『集合住宅物語』植田実
・首都圏の主だった集合住宅を訪ね歩く
写真も素晴らしかったし文章も、建物自体のこと、またそこに住んでいる人たちの生活のこととバランスよく書かれていてとても良い本でした。一番驚いたのはコープオリンピアで、中があんな造りとは。
『デジタル新時代を勝ち抜く明朗経営 明豊ファシリティワークスの挑戦』茂木 俊輔
・「フィービジネス」でCMビジネスの市場で切り開いてきた明豊ファシリティワークスのの強さの秘密に迫る
ちょっとした理由があって読んだ本。提灯記事ではあるだろうけれどなかなか面白かった。2002年のころからモバイルシステムをいかに効率的に使うかを考えていたことや、データの蓄積など先を見ていたのだなあと思う。
『ぷかぷか浮かびとこれから つれづれノート32』 銀色 夏生
・言わずと知れたつれづれノート
雰囲気が良かった。同じようなことを繰り返し書いているなんて意見も聞くけれど、それは著者の思考の過程で必要なものなのだろうし、これはそういう本だから
『ドミトリーともきんす 』 高野 文子
・「科学者たちの言葉」をテーマにして自然科学本を紹介してくれる
架空の学生寮を舞台に漫画と文章で、朝永振一郎、牧野富太郎、中谷宇吉郎、湯川秀樹といった科学者たちの言葉や書籍を紹介。
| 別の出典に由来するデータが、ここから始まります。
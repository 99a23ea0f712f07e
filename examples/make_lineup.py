"""Generate the invented Corvel Lightworks demo line-up into ``examples/lineup/``.

Corvel Lightworks is a made-up company and every product, number and spectrum here is invented for the
demo: nothing was measured. Each product is built from a stated physical model (Gaussian LED emission,
line spectra, Planck's law) and scaled to a plausible absolute level at a stated measurement distance.
For every product the script writes one spectral irradiance CSV and one TOML product record with the
same file stem.

Run from anywhere: ``python examples/make_lineup.py``. Only numpy and the standard library are used.
"""

from __future__ import annotations

import dataclasses
import inspect
import math
from collections.abc import Callable
from dataclasses import dataclass
from pathlib import Path

import numpy as np

# Exact SI defining constants (CODATA 2018).
PLANCK_J_S = 6.62607015e-34
LIGHT_SPEED_M_S = 299792458.0
BOLTZMANN_J_K = 1.380649e-23
AVOGADRO_PER_MOL = 6.02214076e23

FWHM_PER_SIGMA = 2.0 * math.sqrt(2.0 * math.log(2.0))
OUT_DIR = Path(__file__).resolve().parent / "lineup"
COMPANY = "Corvel Lightworks"
FLOOR = 1e-12
"""Relative level below which a spectral value is written as zero [1]."""
NOTICE = "Invented demo data: Corvel Lightworks (a made-up company). Not a real product or measurement."


@dataclass(frozen=True)
class Product:
    """One invented product: its record fields and its spectral irradiance.

    Attributes
    ----------
    id : str
        Product identifier; its lower-case form is the file stem.
    name : str
        Human-readable name.
    distance_mm : float
        Distance at which the spectrum is stated [mm].
    size : dict
        Source size record fields, e.g. ``{"source_diameter_mm": 30.0}`` [mm] or [mrad].
    size_note : str
        What the source size is, for the record's comment.
    lamp_type : str
        ``"gls"`` or ``"other"``.
    wavelength_nm : numpy.ndarray
        Wavelength grid [nm].
    irradiance : numpy.ndarray
        Spectral irradiance at ``distance_mm`` [W m⁻² nm⁻¹]; for a pulsed source with ``per_pulse``, the
        radiant exposure of one pulse [J m⁻² nm⁻¹].
    pulses : dict
        Record fields of a pulsed source (``emission``, ``pulse_duration_s``, ``pulse_rate_hz``); empty for a
        continuous one.
    per_pulse : bool
        The spectrum is one pulse's radiant exposure (``quantity = "radiant_exposure"``).
    """

    id: str
    name: str
    distance_mm: float
    size: dict[str, float]
    size_note: str
    lamp_type: str
    wavelength_nm: np.ndarray
    irradiance: np.ndarray
    pulses: dict[str, object] = dataclasses.field(default_factory=dict)
    per_pulse: bool = False

    @property
    def stem(self) -> str:
        """File stem of the CSV and the TOML record."""
        return self.id.lower()
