bool Flag(const json& j, const std::string& dotted) {
  const json* v = Find(j, dotted);
  return v && v->is_boolean() && v->get<bool>();
}

std::optional<Eigen::Vector3d> Vector3(const json& j, const std::string& dotted) {
  const json* v = Find(j, dotted);
  Eigen::Vector3d out;
  for (int i = 0; i < 3; ++i) {
    const std::optional<double> e = Element(v, i);
    if (!e) return std::nullopt;
    out[i] = *e;
  }
  return out;
}

// A world position whose undetermined components (null in results.json, empty in
// frames.csv) are taken as 0, the same for every point: differences then leave out the
// direction the throw does not determine (a projection onto the plane it does).
Eigen::Vector3d Determined(const Eigen::Vector3d& p) {
  return p.unaryExpr([](double v) { return std::isfinite(v) ? v : 0.0; });
}

std::optional<Eigen::Vector3d> PositionOrNull(const json& j, const std::string& dotted) {
  const json* v = Find(j, dotted);
  if (!v || !v->is_array() || v->size() != 3) return std::nullopt;
  Eigen::Vector3d out;
  for (int i = 0; i < 3; ++i) out[i] = Element(v, i).value_or(std::nan(""));
  return out;
}

std::string H(const std::string& text) { return EscapeXml(text); }

// ---- numbers --------------------------------------------------------------------------

int DecimalsForSigma(double sigma) {
  if (!(sigma > 0) || !std::isfinite(sigma)) return 3;
  return std::clamp(1 - static_cast<int>(std::floor(std::log10(sigma))), 0, 9);
}

// A value without a sigma: about four significant digits.
std::string Plain(double value, int significant = 4) {
  if (value == 0.0 || !std::isfinite(value)) return fmt::format("{}", value);
  const int magnitude = static_cast<int>(std::floor(std::log10(std::abs(value))));
  return fmt::format("{:.{}f}", value, std::clamp(significant - 1 - magnitude, 0, 9));
}

constexpr const char* kNotDetermined = "<span class=\"nd\">not determined</span>";

std::string NotDetermined(const std::string& reason) {
  return std::string(kNotDetermined) + (reason.empty() ? "" : " — " + H(reason));
}

// ---- time axis --------------------------------------------------------------------------

// Frame -> ms at the capture rate (the first camera's clock).
struct TimeAxis {
  double fps = 0.0;
  double Ms(double frame) const { return fps > 0 ? 1e3 * frame / fps : frame; }
  std::string Label() const { return fps > 0 ? "time, ms (frame / capture rate)" : "frame"; }
  // frames.csv's frames on this axis.
  std::vector<double> Of(const CsvTable& frames) const {
    std::vector<double> t;
    for (double f : frames.Values("frame")) t.push_back(Ms(f));
    return t;
  }
};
彼らはこういう発言をし、このような本を出していたんだなと知ることができた。
『世界クッキー』
『そら頭はでかいです、世界がすこんと入ります』川上 未映子
・関西弁(大阪弁?)で綴られる随筆集
好きな人は本当にたまらないだろうと思う文章。私も10代だったらこの強烈な文章に影響されたかもしれない。けれど、今の私には無理でした。町田康を勧められて読んだけど断念した時の気持ちを思い出した。ただ、それでもなんとか読み進めてると、たまにハッと目が覚めるような文章も。
『乳と卵 』 川上 未映子
・豊胸手術を受けようと上京してきた姉、その姪。そしてその妹である「わたし」が過ごした三日間の物語
随筆集と違ってぐいぐい読み進むことができた。髪の毛やロボコンなど随筆で書かれていた著者の思い出と重なり合ってふふふとなった。
『名もなき花の―紅雲町珈琲屋こよみ 』 吉永 南央
・喫茶店を営む老女、杉浦草が身の回りで起きる絡まった出来事をほどいていく
よくある、酸いも甘いもかぎ分け人生経験豊富で仏のようなお婆さんという主人公ではないところが良かったけれど、お話として面白いかと問われたら個人的にはちょっと……という感じ。なんとなく主人公の独りよがりな部分も出てたしな。あと、これがシリーズ3作目とは気づかなかった。道理で設定紹介が足りないと思ったわけだ。
『光の帝国』恩田陸
・穏やかで知的、権力を持つことを好まずに生きる不思議な能力を持つ常野一族を描くファンタジー
『青い炎』で軽いトラウマ(悲しすぎて)を持って以来この作者の本は避けていたけど、軽く目を通した最初のお話が楽しそうだったので手に取りました。不思議な能力を持つ常野という一族について時代や場所を超え書かれているのですが、最後の最後、これが集大成の話だという最終話の意味が掴み切れなくて不完全燃焼。でも不思議とまた読み返したくなる魅力があります。